Wednesday, May 28, 2008

007 Runs Full-Throttle Through a New Book

It’s the big day: the 100th anniversary of the birth of Ian Fleming. Without Fleming, who died in 1964 at 56, we would never have had the debonair company of James Bond, the creative sadism of Goldfinger and Dr. No or the pet octopus named Octopussy. Without the benefit of Fleming, however, we’ve had Octopussy as a cinematic Bond Girl in 1983, part of a movie franchise that is miraculously resuscitated (most recently by Daniel Craig as Bond in “Casino Royale”) each time it falters, and a string of ersatz Bond books by fill-in writers. To this shaky bibliography we can now add “Devil May Care.”

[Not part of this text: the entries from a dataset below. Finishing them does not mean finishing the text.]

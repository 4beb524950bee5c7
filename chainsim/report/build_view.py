"""Parts of the build sheet as the page shows them: lists, and tables with columns by part."""

from __future__ import annotations

from typing import Any

from markupsafe import Markup

from chainsim.report.build_line import NO_VALUE, Line, Part

WORDY = 24
"""Letters (dimensionless) above which a value in words asks for a wider column."""


def part_view(part: Part) -> dict[str, Any]:
    """Return a part as the template wants it.

    Parameters
    ----------
    part : Part
        One part of the sheet.

    Returns
    -------
    dict
        Its heading, drawings, tables by column, and list of lines.
    """
    plain = [line for line in part.lines if not line.subject]
    columned = [line for line in part.lines if line.subject]
    return {
        "id": part.id,
        "title": part.title,
        "text": part.text,
        "drawings": [(caption, Markup(svg)) for caption, svg in part.drawings],
        "matrix": matrix(columned),
        "rows": [
            (line.item, line.text, line.band, line.source, line.note, "" if line.unit else "words")
            for line in plain
        ],
        "has_bands": any(line.band for line in plain),
        "is_check": part.id == "checks",
        "is_wordy": any(not line.unit and len(line.text) > WORDY for line in plain),
    }


def matrix(lines: list[Line]) -> dict[str, Any] | None:
    """Return lines with a subject as a table: a row for each item, a column for each subject.

    Parameters
    ----------
    lines : list of Line
        Lines of one part.

    Returns
    -------
    dict or None
        Headings and rows; None without lines.
    """
    if not lines:
        return None
    subjects = list(dict.fromkeys(line.subject for line in lines))
    items = list(dict.fromkeys(line.item for line in lines))
    found = {(line.item, line.subject): line for line in lines}
    rows = []
    for item in items:
        cells = [found.get((item, subject)) for subject in subjects]
        known = [cell for cell in cells if cell is not None]
        if all(cell.text == NO_VALUE for cell in known):
            continue
        sources = "; ".join(dict.fromkeys(cell.source for cell in known))
        rows.append((item, [cell.text if cell else NO_VALUE for cell in cells], sources))
    return {"subjects": subjects, "rows": rows}
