"""The paper of a drawing: its scale, its borders, and where places of the lift come to lie."""

from __future__ import annotations

from typing import NamedTuple

import numpy as np

SCALES = (5, 2, 1, 1 / 2, 1 / 2.5, 1 / 5, 1 / 10, 1 / 20, 1 / 25, 1 / 50, 1 / 100)
"""Scales to choose from, paper over lift (dimensionless); usual ones of technical drawing."""

ROOM = (110.0, 210.0)
"""Greatest width and height of the picture on the paper [mm]: a sheet of A4 with its notes."""

BORDER = 8.0
"""Paper round everything [mm]."""

MOST_MEASURES = 3
"""Measures along one axis (dimensionless)."""

MEASURES = 22.0
"""Room on the left for the measures of height [mm]."""

BELOW = 18.0
"""Room below the picture for measures across and for what hangs [mm]."""

BESIDE = 68.0
"""Room on the right for notes [mm]."""

TEXT = 2.6
"""Height of the letters [mm]."""

LINE = 4.0
"""From one line of text to the next [mm]."""


class Sheet(NamedTuple):
    """How places of the lift come to lie on the paper.

    Attributes
    ----------
    scale : float
        Paper over lift (dimensionless).
    low, high : ndarray, shape (2,)
        Corners of the box that holds everything drawn [m].
    mirrored : bool
        Whether it is seen from the back.
    noted : float
        Height that all notes take [mm].
    """

    scale: float
    low: np.ndarray
    high: np.ndarray
    mirrored: bool
    noted: float

    @property
    def picture(self) -> np.ndarray:
        """Size of the picture [mm], shape (2,)."""
        return 1e3 * self.scale * (self.high - self.low)

    @property
    def size(self) -> tuple[float, float]:
        """Width and height of the paper [mm]."""
        width, height = self.picture
        return (
            max(MEASURES + width + BESIDE, 150.0) + 2.0 * BORDER,
            max(height + BELOW, self.noted) + 5.0 * LINE + 2.0 * BORDER,
        )

    def place(self, points: np.ndarray) -> np.ndarray:
        """Return where places of the lift come to lie on the paper.

        Parameters
        ----------
        points : ndarray, shape (..., 2)
            In the frame [m].

        Returns
        -------
        ndarray, shape (..., 2)
            On the paper, y downward [mm].
        """
        across = points[..., 0] - self.low[0]
        if self.mirrored:
            across = self.high[0] - points[..., 0]
        down = self.high[1] - points[..., 1]
        on_paper = 1e3 * self.scale * np.stack([across, down], axis=-1)
        return on_paper + [BORDER + MEASURES, BORDER + 2.0 * LINE]


def fitting_scale(span: np.ndarray) -> float:
    """Choose the largest usual scale at which a lift fits the paper.

    Parameters
    ----------
    span : ndarray, shape (2,)
        Width and height of everything drawn [m].

    Returns
    -------
    float
        Paper over lift (dimensionless).
    """
    for scale in SCALES:
        if (1e3 * scale * span <= ROOM).all():
            return scale
    return SCALES[-1]


def scale_text(scale: float) -> str:
    """Write a scale as drawings do.

    Parameters
    ----------
    scale : float
        Paper over lift (dimensionless).

    Returns
    -------
    str
        Such as `1:2.5` or `2:1`.
    """
    return f"{scale:g}:1" if scale > 1.0 else f"1:{1.0 / scale:g}"
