"""The pocket as a drawing to make it by, twice its true size, and the room that carriers sweep."""

from __future__ import annotations

import math
from collections.abc import Callable

import numpy as np

from chainsim.errors import LayoutError
from chainsim.model.lift import Lift
from chainsim.model.pockets import PocketForm
from chainsim.model.route import Wheel
from chainsim.report.style import FAINT, GRID, INK, STEEL

SCALE = 2.0
"""Paper over part (dimensionless)."""

ROOM = 20.0
"""Paper round the drawing [mm]."""

TEXT = 3.0
"""Height of the letters [mm]."""

AXIS = 5.0
"""Length of the arms of the axes [mm]."""

Paper = Callable[[np.ndarray], tuple[float, float]]
"""Takes a place in the link's frame [m] to the paper [mm]."""


def pocket_of(lift: Lift) -> PocketForm:
    """Return the pocket that all carriers have.

    Parameters
    ----------
    lift : Lift
        The lift.

    Raises
    ------
    LayoutError
        If it has no pockets.
    """
    if lift.pocket is None:
        raise LayoutError("a lift without balls or carriers has no pocket")
    return lift.pocket


def swept_radius(lift: Lift, wheel: Wheel, loaded: bool = False) -> float:
    """Return how far from an axle the carriers reach as they go round it.

    Parameters
    ----------
    lift : Lift
        The lift.
    wheel : Wheel
        The wheel.
    loaded : bool
        Whether a ball lies in its seat.

    Returns
    -------
    float
        Radius [m]; for a wheel outside the loop that of the side away from it is meant, and the
        carriers face away.
    """
    pitch, form = lift.route.pitch, pocket_of(lift)
    half = math.asin(min(0.5 * pitch / wheel.radius, 1.0))
    points = np.vstack([form.spine, [[0.0, 0.0]]])
    inward = wheel.side * wheel.radius * math.cos(half)
    reach = np.hypot(points[:, 0] - 0.5 * pitch, inward + points[:, 1])
    empty = float(reach.max()) + form.half_wall
    if not loaded:
        return empty
    ball = math.hypot(form.seat[0] - 0.5 * pitch, inward + form.seat[1]) + lift.ball_radius
    return max(empty, ball)


def pocket_svg(lift: Lift, roller_diameter: float, mirrored: bool = False) -> str:
    """Draw a pocket on its link, with its ball, at twice the true size.

    Parameters
    ----------
    lift : Lift
        A lift with balls.
    roller_diameter : float
        Of the chain [m].
    mirrored : bool
        Whether it is seen from behind.

    Returns
    -------
    str
        An SVG in millimeters; the link stands upright as on a rising strand.
    """
    form, pitch, radius = pocket_of(lift), lift.route.pitch, lift.ball_radius
    roller = 0.5 * roller_diameter
    seat = np.asarray(form.seat)
    ball = np.array([seat - radius, seat + radius])
    pins = np.array([[-roller, -roller], [pitch + roller, roller]])
    points = np.vstack([form.outline, form.spine, ball, pins])
    low, high = points.min(axis=0), points.max(axis=0)
    width, height = 1e3 * SCALE * (high - low)[::-1] + 2.0 * ROOM

    def paper(point: np.ndarray) -> tuple[float, float]:
        across = high[1] - point[1] if mirrored else point[1] - low[1]
        return (
            ROOM + 1e3 * SCALE * float(across),
            ROOM + 1e3 * SCALE * float(high[0] - point[0]),
        )

    words = [_link(paper, pitch, roller), _material(paper, form), _ball(paper, form, radius)]
    words += [_corner(paper(point), k) for k, point in enumerate(form.outline, 1)]
    words.append(_caption(paper, pitch, roller, mirrored))
    words.append(_axes(height, mirrored))
    return (
        f'<svg xmlns="http://www.w3.org/2000/svg" width="{width:.2f}mm" height="{height:.2f}mm" '
        f'viewBox="0 0 {width:.2f} {height:.2f}" font-family="Liberation Sans, sans-serif" '
        f'font-size="{TEXT}" fill="{INK}"><title>Pocket at {SCALE:g}:1</title>'
        + "".join(words)
        + "</svg>"
    )


def _link(paper: Paper, pitch: float, roller: float) -> str:
    """The link with its two pins and the arrow of travel."""
    (x, y), (_, y2) = paper(np.zeros(2)), paper(np.array([pitch, 0.0]))
    r = 1e3 * SCALE * roller
    line = (
        f'<path d="M{x:.2f} {y + 2 * r:.2f}V{y2 - 2 * r:.2f}" stroke="{FAINT}" '
        'stroke-width="0.2" stroke-dasharray="4 1 1 1"/>'
    )
    pins = "".join(
        f'<circle cx="{x:.2f}" cy="{at:.2f}" r="{r:.2f}" fill="{GRID}" stroke="{INK}" '
        'stroke-width="0.25"/>'
        for at in (y, y2)
    )
    return line + pins


def _material(paper: Paper, form: PocketForm) -> str:
    """The wall of the pocket along its middle line, and its inner surface."""
    middle = " ".join("{:.2f},{:.2f}".format(*paper(point)) for point in form.spine)
    inner = " ".join("{:.2f},{:.2f}".format(*paper(point)) for point in form.outline)
    wide = 2e3 * SCALE * form.half_wall
    return (
        f'<polyline points="{middle}" fill="none" stroke="{STEEL}" stroke-width="{wide:.2f}" '
        'stroke-linecap="round" stroke-linejoin="round"/>'
        f'<polyline points="{inner}" fill="none" stroke="{INK}" stroke-width="0.3"/>'
    )


def _ball(paper: Paper, form: PocketForm, radius: float) -> str:
    x, y = paper(np.asarray(form.seat))
    return (
        f'<circle cx="{x:.2f}" cy="{y:.2f}" r="{1e3 * SCALE * radius:.2f}" fill="none" '
        f'stroke="{FAINT}" stroke-width="0.25" stroke-dasharray="2 1"/>'
        f'<path d="M{x - 2:.2f} {y:.2f}h4M{x:.2f} {y - 2:.2f}v4" stroke="{FAINT}" '
        'stroke-width="0.2"/>'
    )


def _corner(place: tuple[float, float], number: int) -> str:
    x, y = place
    return (
        f'<circle cx="{x:.2f}" cy="{y:.2f}" r="0.6"/>'
        f'<text x="{x + 1.2:.2f}" y="{y - 1.2:.2f}">{number}</text>'
    )


def _caption(paper: Paper, pitch: float, roller: float, mirrored: bool) -> str:
    """Names of the two pins, and the axes along which the corners are measured."""
    x, y = paper(np.zeros(2))
    top = paper(np.array([pitch, 0.0]))[1]
    away, anchor = (1.0, "start") if mirrored else (-1.0, "end")
    beside = x + away * (1e3 * SCALE * roller + 1.5)
    return (
        f'<text x="{beside:.2f}" y="{y + 1:.2f}" text-anchor="{anchor}">a = b = 0</text>'
        f'<text x="{beside:.2f}" y="{top + 1:.2f}" text-anchor="{anchor}">next pin</text>'
        f'<text x="2" y="5">{SCALE:g}:1</text>'
    )


def _axes(height: float, mirrored: bool) -> str:
    """Directions in which the corners are measured, in a corner of the paper."""
    x, y = 2.0 + AXIS, height - 3.0
    tip = x - AXIS if mirrored else x + AXIS
    return (
        f'<path d="M{x:.2f} {y - AXIS:.2f}V{y:.2f}H{tip:.2f}" stroke="{INK}" stroke-width="0.3" '
        'fill="none"/>'
        f'<text x="{x:.2f}" y="{y - AXIS - 1:.2f}" text-anchor="middle">a</text>'
        f'<text x="{tip + (-1.5 if mirrored else 1.5):.2f}" y="{y + 1:.2f}" '
        'text-anchor="middle">b</text>'
    )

Here’s what the new book’s title means: It means that the new book needed a title, and that everything else about it was an afterthought. Or so the book’s author, billed as “Sebastian Faulks writing as Ian Fleming,” makes it seem. Mr. Faulks-writing-as-Fleming does not fall short of the rest of Fleming’s posthumous output. Nor does he tinker with the series’s surefire recipe for success. What he delivers is a serviceable madeleine for Bond nostalgists and a decent replica of past Bond escapades. But if you didn’t pick up “Devil May Care” convinced that Bond was an enduring pop-cultural landmark, you would not come away with that conclusion.